● **WORK TO BE COMPLETED**
Please give back word for word the lines below, from the first one through the one with "to start (scripts/live-rate".

(Saved data entries)

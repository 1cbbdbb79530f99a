// Command liverate measures a live session end to end: it starts a
// sparsewatch server on a free port, makes a browser-camera session, sends
// JPEG frames over the owner's websocket at a fixed rate as a page's camera
// would, and prints frames in, frames monitored per second, drops and the
// server's latency from arrival to update. Run it through scripts/live-rate.
package main

import (
	"bytes"
	"context"
	"encoding/json"
	"errors"
	"flag"
	"fmt"
	"image"
	"image/color"
	"image/jpeg"
	"io"
	"log/slog"
	"math/rand/v2"
	"net"
	"net/http"
	"os"
	"os/exec"
	"strings"
	"sync/atomic"
	"syscall"
	"time"

	"github.com/gorilla/websocket"
)

type options struct {
	bin           string
	duration      time.Duration
	width, height int
	fps           float64
	budget        string
	reference     int
	limit         float64
	maxInFlight   int
	quality       int
}

// liveStatus is the part of GET /api/sessions/{id} read here.
type liveStatus struct {
	State string `json:"state"`
	Live  *struct {
		FramesIn        uint64  `json:"frames_in"`
		FramesMonitored uint64  `json:"frames_monitored"`
		Dropped         uint64  `json:"dropped"`
		FPSIn           float64 `json:"fps_in"`
		FPSMonitored    float64 `json:"fps_monitored"`
		LatencyMedian   float64 `json:"latency_ms_median"`
		LatencyP95      float64 `json:"latency_ms_p95"`
	} `json:"live"`
}

func main() {
	var o options
	flag.StringVar(&o.bin, "bin", "", "sparsewatch binary to start (scripts/live-rate builds one)")
	flag.DurationVar(&o.duration, "duration", 60*time.Second, "how long to measure after the reference is learnt (a number alone is seconds)")
	flag.IntVar(&o.width, "width", 640, "frame width")
	flag.IntVar(&o.height, "height", 480, "frame height")
	flag.Float64Var(&o.fps, "fps", 30, "frames sent per second")
	flag.StringVar(&o.budget, "budget", "3%", "pixels read per frame")
	flag.IntVar(&o.reference, "reference", 30, "reference frames")
	flag.Float64Var(&o.limit, "limit", 60, "fixed control limit (no calibration wait)")
	flag.IntVar(&o.maxInFlight, "max-in-flight", 0, "hold a frame back while this many are unanswered, as the page does with 2 (0 = always send)")
	flag.IntVar(&o.quality, "quality", 85, "JPEG quality of the frames")
	flag.Parse()
	log := slog.New(slog.NewTextHandler(os.Stderr, nil))
	if err := run(o, log); err != nil {
		log.Error("live rate", "err", err)
		os.Exit(1)
	}
}

func run(o options, log *slog.Logger) error {
	if o.bin == "" {
		return errors.New("-bin is required (the sparsewatch binary to start)")
	}
	pool, err := framePool(o, 16)
	if err != nil {
		return err
	}
	base, stop, err := startServer(o.bin, log)
	if err != nil {
		return err
	}
	defer stop()
	id, tok, err := createSession(base, o)
	if err != nil {
		return err
	}
	ws, _, err := websocket.DefaultDialer.Dial("ws"+strings.TrimPrefix(base, "http")+"/ws/sessions/"+id+"?token="+tok, nil)
	if err != nil {
		return fmt.Errorf("websocket: %w", err)
	}
	defer ws.Close()
	var answered atomic.Int64
	go func() { // count the server's "camera" answers, drop the rest
		for {
			kind, msg, err := ws.ReadMessage()
			if err != nil {
				return
			}
			if kind == websocket.TextMessage && bytes.Contains(msg, []byte(`"type":"camera"`)) {
				answered.Add(1)
			}
		}
	}()

	var sent, held int64
	tick := time.NewTicker(time.Duration(float64(time.Second) / o.fps))
	defer tick.Stop()
	send := func() error {
		if o.maxInFlight > 0 && sent-answered.Load() >= int64(o.maxInFlight) {
			held++
			return nil
		}
		if err := ws.WriteMessage(websocket.BinaryMessage, pool[sent%int64(len(pool))]); err != nil {
			return fmt.Errorf("send frame %d: %w", sent, err)
		}
		sent++
		return nil
	}
	// Learn the reference first; the measurement starts once frames are watched.
	warm := time.Now().Add(60 * time.Second)
	var first liveStatus
	for {
		<-tick.C
		if err := send(); err != nil {
			return err
		}
		if sent%int64(max(1, int(o.fps/4))) != 0 {
			continue
		}
		if first, err = status(base, id, tok); err != nil {
			return err
		}
		if first.Live != nil && first.Live.FramesMonitored > 0 {
			break
		}
		if time.Now().After(warm) {
			return fmt.Errorf("no frame watched after 60 s (state %s)", first.State)
		}
	}
	sent0, held0, t0 := sent, held, time.Now()
	for end := t0.Add(o.duration); time.Now().Before(end); {
		<-tick.C
		if err := send(); err != nil {
			return err
		}
	}
	secs := time.Since(t0).Seconds()
	time.Sleep(200 * time.Millisecond) // let the last frames reach the server
	last, err := status(base, id, tok)
	if err != nil {
		return err
	}
	a, b := first.Live, last.Live
	in, mon, drop := b.FramesIn-a.FramesIn, b.FramesMonitored-a.FramesMonitored, b.Dropped-a.Dropped
	fmt.Printf("live rate: %d x %d JPEG (%d KB each) at %g frames/s, budget %s, browser-camera session, %.1f s measured\n",
		o.width, o.height, len(pool[0])/1024, o.fps, o.budget, secs)
	fmt.Printf("  sent              %d (%.1f/s)", sent-sent0, float64(sent-sent0)/secs)
	if o.maxInFlight > 0 {
		fmt.Printf(", held back by the sender %d (at most %d unanswered)", held-held0, o.maxInFlight)
	}
	fmt.Println()
	fmt.Printf("  frames in         %d (%.1f/s)\n", in, float64(in)/secs)
	fmt.Printf("  frames monitored  %d (%.1f/s)\n", mon, float64(mon)/secs)
	fmt.Printf("  dropped           %d (%.1f%% of frames in)\n", drop, 100*float64(drop)/float64(max(in, 1)))
	fmt.Printf("  latency, arrival to update: median %.1f ms, 95th percentile %.1f ms (server, last %d frames)\n",
		b.LatencyMedian, b.LatencyP95, min(mon, 512))
	return nil
}

// framePool encodes n noisy colour frames as JPEG, as a page's canvas does.
func framePool(o options, n int) ([][]byte, error) {
	rng := rand.New(rand.NewPCG(1, 2))
	var pool [][]byte
	for range n {
		img := image.NewRGBA(image.Rect(0, 0, o.width, o.height))
		for y := range o.height {
			for x := range o.width {
				v := 90 + 60*float64(x)/float64(o.width) + rng.NormFloat64()*6
				g := uint8(max(0, min(255, v)))
				img.SetRGBA(x, y, color.RGBA{g, g, uint8(max(0, min(255, v-20))), 255})
			}
		}
		var b bytes.Buffer
		if err := jpeg.Encode(&b, img, &jpeg.Options{Quality: o.quality}); err != nil {
			return nil, fmt.Errorf("encode frame: %w", err)
		}
		pool = append(pool, b.Bytes())
	}
	return pool, nil
}

// startServer runs bin serve on a free 127.0.0.1 port with a fresh data
// folder and waits until it answers; stop ends it (SIGINT, then kill).
func startServer(bin string, log *slog.Logger) (string, func(), error) {
	ln, err := net.Listen("tcp", "127.0.0.1:0")
	if err != nil {
		return "", nil, fmt.Errorf("free port: %w", err)
	}
	addr := ln.Addr().String()
	ln.Close()
	data, err := os.MkdirTemp("", "liverate-*")
	if err != nil {
		return "", nil, fmt.Errorf("data folder: %w", err)
	}
	cmd := exec.Command(bin, "serve", "--addr", addr, "--data", data)
	cmd.Stdout, cmd.Stderr = io.Discard, os.Stderr
	if err := cmd.Start(); err != nil {
		os.RemoveAll(data)
		return "", nil, fmt.Errorf("start %s: %w", bin, err)
	}
	stop := func() {
		cmd.Process.Signal(syscall.SIGINT)
		done := make(chan struct{})
		go func() { cmd.Wait(); close(done) }()
		select {
		case <-done:
		case <-time.After(10 * time.Second):
			cmd.Process.Kill()
			<-done
		}
		os.RemoveAll(data)
	}
	base := "http://" + addr
	ctx, cancel := context.WithTimeout(context.Background(), 20*time.Second)
	defer cancel()
	for {
		res, err := http.Get(base + "/api/demos")
		if err == nil {
			res.Body.Close()
			log.Info("server up", "addr", addr, "pid", cmd.Process.Pid)
			return base, stop, nil
		}
		select {
		case <-ctx.Done():
			stop()
			return "", nil, fmt.Errorf("server at %s did not answer: %w", addr, err)
		case <-time.After(100 * time.Millisecond):
		}
	}
}

func createSession(base string, o options) (id, tok string, err error) {
	params, _ := json.Marshal(map[string]any{"budget": o.budget, "reference_frames": o.reference, "limit": o.limit})
	body := `{"source":{"kind":"browser-camera"},"name":"live rate","params":` + string(params) + `}`
	res, err := http.Post(base+"/api/sessions", "application/json", strings.NewReader(body))
	if err != nil {
		return "", "", fmt.Errorf("create session: %w", err)
	}
	defer res.Body.Close()
	b, _ := io.ReadAll(res.Body)
	var cr struct {
		ID    string `json:"id"`
		Owner string `json:"owner_token"`
	}
	if res.StatusCode != http.StatusCreated || json.Unmarshal(b, &cr) != nil {
		return "", "", fmt.Errorf("create session: %d %s", res.StatusCode, b)
	}
	return cr.ID, cr.Owner, nil
}

func status(base, id, tok string) (liveStatus, error) {
	var st liveStatus
	req, _ := http.NewRequest("GET", base+"/api/sessions/"+id, nil)
	req.Header.Set("Authorization", "Bearer "+tok)
	res, err := http.DefaultClient.Do(req)
	if err != nil {
		return st, fmt.Errorf("status: %w", err)
	}
	defer res.Body.Close()
	if err := json.NewDecoder(res.Body).Decode(&st); err != nil {
		return st, fmt.Errorf("status: %w", err)
	}
	if st.Live == nil {
		return st, fmt.Errorf("status of session %s has no live part", id)
	}
	return st, nil
}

● **ANSWER TO THE PROBLEM**
repository 1cbbdbb79530f99a
// Command liverate measures a live session end to end: it starts a
// sparsewatch server on a free port, makes a browser-camera session, sends
// JPEG frames over the owner's websocket at a fixed rate as a page's camera
// would, and prints frames in, frames monitored per second, drops and the
// server's latency from arrival to update. Run it through scripts/live-rate.
package main

import (
	"bytes"
	"context"
	"encoding/json"
	"errors"
	"flag"
	"fmt"
	"image"
	"image/color"
	"image/jpeg"
	"io"
	"log/slog"
	"math/rand/v2"
	"net"
	"net/http"
	"os"
	"os/exec"
	"strings"
	"sync/atomic"
	"syscall"
	"time"

	"github.com/gorilla/websocket"
)

type options struct {
	bin           string
	duration      time.Duration
	width, height int
	fps           float64
	budget        string
	reference     int
	limit         float64
	maxInFlight   int
	quality       int
}

// liveStatus is the part of GET /api/sessions/{id} read here.
type liveStatus struct {
	State string `json:"state"`
	Live  *struct {
		FramesIn        uint64  `json:"frames_in"`
		FramesMonitored uint64  `json:"frames_monitored"`
		Dropped         uint64  `json:"dropped"`
		FPSIn           float64 `json:"fps_in"`
		FPSMonitored    float64 `json:"fps_monitored"`
		LatencyMedian   float64 `json:"latency_ms_median"`
		LatencyP95      float64 `json:"latency_ms_p95"`
	} `json:"live"`
}

func main() {
	var o options
	flag.StringVar(&o.bin, "bin", "", "sparsewatch binary to start (scripts/live-rate builds one)")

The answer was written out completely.